I relented, and Buddy went outside to ask the nurse to bring him back in. We both held our son, who was born at 19 weeks gestation and was probably just short of the length of my arm from the wrist to the elbow. His internal body may not have been developed enough to survive outside the womb, but externally – he was perfect. A perfectly formed human being. Tiny ears, nose, eyes, fingertips and nails…
Up until that point of my life, I had always considered myself to be “pro-choice” – not exactly FOR abortion, but someone who believed that it was up to the individual woman what she should be allowed to do with “her body”. Holding that tiny, albeit perfect human being in my arms eventually made me come to the realization that I was wrong about everything I had ever believed in.
It may not have happened in that exact moment. Truth be told, for awhile I believed that God was punishing me for the things I had said before he was born: my worries about money and the outright request that He take the baby from me, because if there’s something wrong with him, I won’t be able to handle it.
It took me awhile to realize that God doesn’t work that way. He had a much bigger plan in mind. My son was born so that I may live again.
Our second son’s earthly name was to be Alexander. The name on his birth and same day death certificate reads “Eleazar Alexander Blakesley” – Eleazar meaning “God has helped”.
God indeed had helped. Helped me to come to the irrefutable realization that abortion is murder. The undeniable destruction of a human life. I was once a person who naively believed that an embryo was “just a clump of cells”. That ending a pregnancy through the act of an abortion was nothing less than just removing something from your body that you didn’t want there anymore. But the argument for the right of a woman to be able to do what she wants with her own body has been twisted and manipulated to suit the narrative that there’s nothing murderous or evil about it.
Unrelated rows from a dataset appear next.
/** Checks every dataset of a loaded config against its source. */
export async function checkConfig(config: LoadedConfig, secrets: Secrets = {}): Promise<CheckReport> {
  const report: CheckReport = { file: config.file, datasets: [], problems: [], notes: [...(config.warnings ?? [])] };
  const locate: Locate = config.locate ?? ((path) => ({ line: null, key: keyOf(path) }));
  for (const [d, ds] of config.datasets.entries()) {
    const problem = (path: (string | number)[], message: string) => report.problems.push({ file: config.file, ...locate(['datasets', d, ...path]), message });
    const note = (path: (string | number)[], message: string) => report.notes.push({ file: config.file, ...locate(['datasets', d, ...path]), message });
    // The columns first, on the bare source: a workspace reads the time column as it opens.
    let found = 0;
    try {
      const source = await openSource(config, ds, secrets);
      try {
        found = checkColumns(ds, await source.describe(ds.table), problem);
        if (found === 0) found = await checkDerived(source, ds, problem);
      } finally {
        await source.close();
      }
    } catch (err) {
      if (!(err instanceof SourceError)) throw err;
      problem(err.code === 'missing_table' ? ['table'] : ['source'], err.message);
      continue;
    }
    if (found > 0) continue;
    let ws: Workspace;
    try {
      ws = await openWorkspace(config, ds.name, secrets);
    } catch (err) {
      if (!(err instanceof SourceError)) throw err;
      problem(['time_column'], err.message);
      continue;
    }
    try {
      const facts = await readFacts(ws, problem, note);
      if (facts) report.datasets.push(facts);
    } catch (err) {
      if (!(err instanceof SourceError)) throw err;
      problem(['source'], err.message);
    } finally {
      await ws.source.close();
    }
  }
  return report;
}

type Expect = 'any' | 'number' | 'boolean' | 'time' | 'whole';

/** Every column the config names, with the key that names it and the type it needs. */
function columnUses(ds: DatasetConfig): { column: string; path: (string | number)[]; expect: Expect }[] {
  const out: { column: string; path: (string | number)[]; expect: Expect }[] = [];
  const derived = new Map((ds.derived ?? []).map((x) => [x.name, x]));
  // A computed column's own columns are reported at the key that wrote the expression.
  const use = (column: string, path: (string | number)[], expect: Expect) => {
    const d = derived.get(column);
    if (d) for (const c of expressionColumns(d.expr)) out.push({ column: c, path: d.key.split(/\.|(?=\[)/).map(stepOf).slice(2), expect: 'any' });
    else out.push({ column, path, expect });
  };
  use(ds.time_column, ['time_column'], 'time');
  if (ds.key_column) use(ds.key_column, ['key_column'], 'any');
  ds.amount_columns.forEach((c, i) => use(c, ['amount_columns', i], 'number'));
  ds.dimensions.forEach((x, i) => use(x.column, ['dimensions', i, 'column'], 'any'));
  ds.comparison_groups.forEach((g, i) => {
    use(g.column, ['comparison_groups', i, 'column'], 'boolean');
    if (g.unit_column) use(g.unit_column, ['comparison_groups', i, 'unit_column'], 'any');
  });
  ds.metrics.forEach((m, i) => {
    const def = m.definition;
    if ('column' in def) use(def.column, ['metrics', i, howKey(def.type)], def.type === 'distinct_count' ? 'any' : 'number');
    if ('where' in def && def.where) use(def.where.column, ['metrics', i, def.type === 'rate' ? 'rate' : 'when'], def.where.op === 'is_true' || def.where.op === 'is_false' ? 'boolean' : 'any');
  });
  return out;
}

function stepOf(s: string): string | number {
  const m = /^\[(\d+)\]$/.exec(s);
  return m ? Number(m[1]) : s;
}

function howKey(type: Metric['definition']['type']): string {
  return { sum: 'sum', count: 'count', distinct_count: 'count_distinct', average: 'average', ratio: 'ratio', rate: 'rate' }[type];
}

/** Missing columns and unusable types; returns how many problems it found. */
function checkColumns(ds: DatasetConfig, columns: TableColumn[], problem: (path: (string | number)[], message: string) => void): number {
  const byName = new Map(columns.map((c) => [c.name, c]));
  let found = 0;
  const seen = new Set<string>();
  for (const u of columnUses(ds)) {
    const where = `${u.column}@${u.path.join('.')}`;
    if (seen.has(where)) continue;
    seen.add(where);
    const col = byName.get(u.column);
    if (!col) {
      found++;
      problem(u.path, `column ${u.column} is missing from the table ${ds.table}${suggestion(u.column, columns)}`);
      continue;
    }
    const family = typeFamily(col.type);
    const bad =
      (u.expect === 'number' && family !== 'number') ||
      (u.expect === 'boolean' && family !== 'boolean') ||
      (u.expect === 'time' && family !== 'time');
    if (bad) {
      found++;
      const need = { number: 'a number', boolean: 'true/false', time: 'a date or timestamp (or build it: time_column: {year, month, day} or {expr: ...})' }[u.expect as 'number' | 'boolean' | 'time'];
      problem(u.path, `column ${u.column} is ${col.type}, but this needs ${need}`);
    }
  }
  return found;
}
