// Clicking and typing are one path: every choice a card control offers is a correction the reader
// reads as a change to that control's own topic, and nothing else. Also the words people type on
// a card, several topics at once. On the demo catalog (invented data); dates checked by hand
// against the calendar rules in docs/reading.md.
import { describe, expect, it } from 'vitest';
import { briefDefaults } from '../../bot/brief-defaults.js';
import { applyCorrection, planFor } from '../../bot/card-edits.js';
import { buildCard, cardControls } from '../../bot/card.js';
import { readRequest } from '../../bot/reading/read-request.js';
import { changesSomething, readCorrection, type Correction } from '../../bot/reading/corrections.js';
import { exampleFacts } from '../helpers/example-facts.js';

const NOW = new Date('2025-06-20T09:00:00Z');
const ds = exampleFacts.dataset;
const coverage = exampleFacts.coverage;
const brief = readRequest('how has revenue moved over time?', exampleFacts, { now: NOW, locale: 'en-IE' });
const { plan } = planFor(brief, ds, coverage, []);
const card = buildCard(brief, plan, { dataset: ds, coverage, locale: 'en-IE', defaults: briefDefaults(brief, ds, coverage) });
const controls = cardControls(card);
const read = (text: string) => readCorrection(text, exampleFacts, NOW, 'en-IE');

/** The topics a correction touches. */
function touched(c: Correction): string[] {
  const out: string[] = [];
  if (c.audience) out.push('audience');
  if (c.deadline) out.push('deadline');
  if (c.grain) out.push('grain');
  if (c.window) out.push('period');
  if (c.addDimensions.length || c.removeDimensions.length || c.clearDimensions) out.push('breakdowns');
  if (c.metrics) out.push('metrics');
  if (c.filters.length || c.clearFilters.length) out.push('filters');
  if (c.drop.length) out.push('drop');
  return out;
}

describe('card controls', () => {
  it('offers a select for audience, grain, period and breakdowns, and a date for the deadline', () => {
    expect(controls.map((c) => [c.topic, c.kind])).toEqual([
      ['audience', 'select'],
      ['deadline', 'date'],
      ['grain', 'select'],
      ['period', 'select'],
      ['breakdowns', 'select'],
    ]);
    // The value in force is one of the choices, so a select can show it.
    for (const c of controls.filter((c) => c.kind === 'select' && c.current)) expect(c.choices.map((x) => x.value)).toContain(c.current);
  });

  for (const control of cardControls(card)) {
    it(`every ${control.topic} choice reads as a change to ${control.topic} only`, () => {
      const sent = control.kind === 'date' ? [control.sends!.replace('{date}', '2025-07-04')] : control.choices.map((c) => c.value);
      for (const value of sent) {
        const c = read(value);
        expect(changesSomething(c), value).toBe(true);
        expect(touched(c), value).toEqual([control.topic]);
        expect(c.unread, value).toEqual([]);
      }
    });
  }

  it('reads several topics typed in one reply', () => {
    const c = read('for leadership, weekly, only 2024, add channel, drop 3');
    expect(touched(c).sort()).toEqual(['audience', 'breakdowns', 'drop', 'grain', 'period']);
    expect(c).toMatchObject({ audience: 'leadership', grain: 'week', addDimensions: ['channel'], drop: [3] });
    // 2024 as a calendar year: 1 January 2024 to 1 January 2025, end exclusive (docs/reading.md).
    expect(c.window).toEqual({ window: { start: '2024-01-01', end: '2025-01-01' } });
  });

  it('reads typed period edits as they say (issue 17 item 14), the verb before them not taken as an unknown word', () => {
    // The example data runs 1 January 2022 to 18 June 2025; windows are end-exclusive (docs/reading.md).
    expect(read('since march 2024')).toMatchObject({ window: { window: { start: '2024-03-01', end: '2025-06-19' } }, unread: [] });
    expect(read('use march 2024 to may 2025')).toMatchObject({ window: { window: { start: '2024-03-01', end: '2025-06-01' } }, unread: [] });
    expect(read('use 2025')).toMatchObject({ window: { window: { start: '2025-01-01', end: '2025-06-19' } }, unread: [] });
    expect(read('switch to weekly instead')).toMatchObject({ grain: 'week', unread: [] });
    expect(read('compare 2025 so far with the same months of 2024')).toMatchObject({
      window: { window: { start: '2025-01-01', end: '2025-06-19' }, compareWindow: { start: '2024-01-01', end: '2024-06-19' } },
      unread: [],
    });
  });

  it('lists as left out only what the plan does not hold, each once (issue 17 item 12), also after an edit', () => {
    // A leadership brief of two questions and two breakdowns: more than its cap of items.
    const big = readRequest('for leadership: how have revenue and bookings moved over time by route and channel, and did this summer beat last summer?', exampleFacts, { now: NOW, locale: 'en-IE' });
    const check = (b: typeof big, dropped: string[]) => {
      const p = planFor(b, ds, coverage, dropped).plan;
      const c = buildCard(b, p, { dataset: ds, coverage, locale: 'en-IE', defaults: briefDefaults(b, ds, coverage) });
      expect(c.leftOut.length).toBeGreaterThan(0);
      expect(new Set(c.leftOut).size).toBe(c.leftOut.length);
      for (const line of c.leftOut) expect(c.plan.join('\n')).not.toContain(line);
      return p;
    };
    const p = check(big, []);
    const edit = applyCorrection(big, read('drop 1, weekly'), p, [], { dataset: ds, coverage, locale: 'en-IE', words: 'drop 1, weekly' });
    check(edit.brief, edit.dropped);
  });

  it('says back an impossible date and changes nothing', () => {
    const c = read('deadline 2025-02-30');
    expect(c.deadline).toBeUndefined();
    expect(c.problems.join(' ')).toMatch(/2025-02-30/);
  });

  it('keeps a dropped item out when the plan is rebuilt at another grain', () => {
    const last = plan.items.length;
    const drop = applyCorrection(brief, read(`drop ${last}`), plan, [], { dataset: ds, coverage, locale: 'en-IE', words: `drop ${last}` });
    const weekly = applyCorrection(drop.brief, read('weekly'), planFor(drop.brief, ds, coverage, drop.dropped).plan, drop.dropped, { dataset: ds, coverage, locale: 'en-IE', words: 'weekly' });
    const rebuilt = planFor(weekly.brief, ds, coverage, weekly.dropped).plan;
    expect(rebuilt.items.map((sq) => sq.template)).not.toContain(plan.items[last - 1]!.template);
    expect(rebuilt.items.every((sq) => sq.grain === 'week')).toBe(true);
    expect(rebuilt.items).toHaveLength(planFor(weekly.brief, ds, coverage, []).plan.items.length - 1);
  });
});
On the contrary, it is no argument at all. For the simple, unequivocal fact that “it’s not just HER body anymore.”
I firmly believe that my son was allowed to be born and die on the same day to save my immortal soul. And I know for a fact that abortion, regardless of when it happens, is murder. Nothing less. I know. Because I held that being in my arms. Not a clump of cells. A PERSON. And to destroy any life that God gives breath to is a sin that cannot stand. I will be eternally grateful to God for opening my eyes, and to Eleazar for being the catalyst to a life in eternity for me, where I will one day see him again and can tell him again how very much I love him.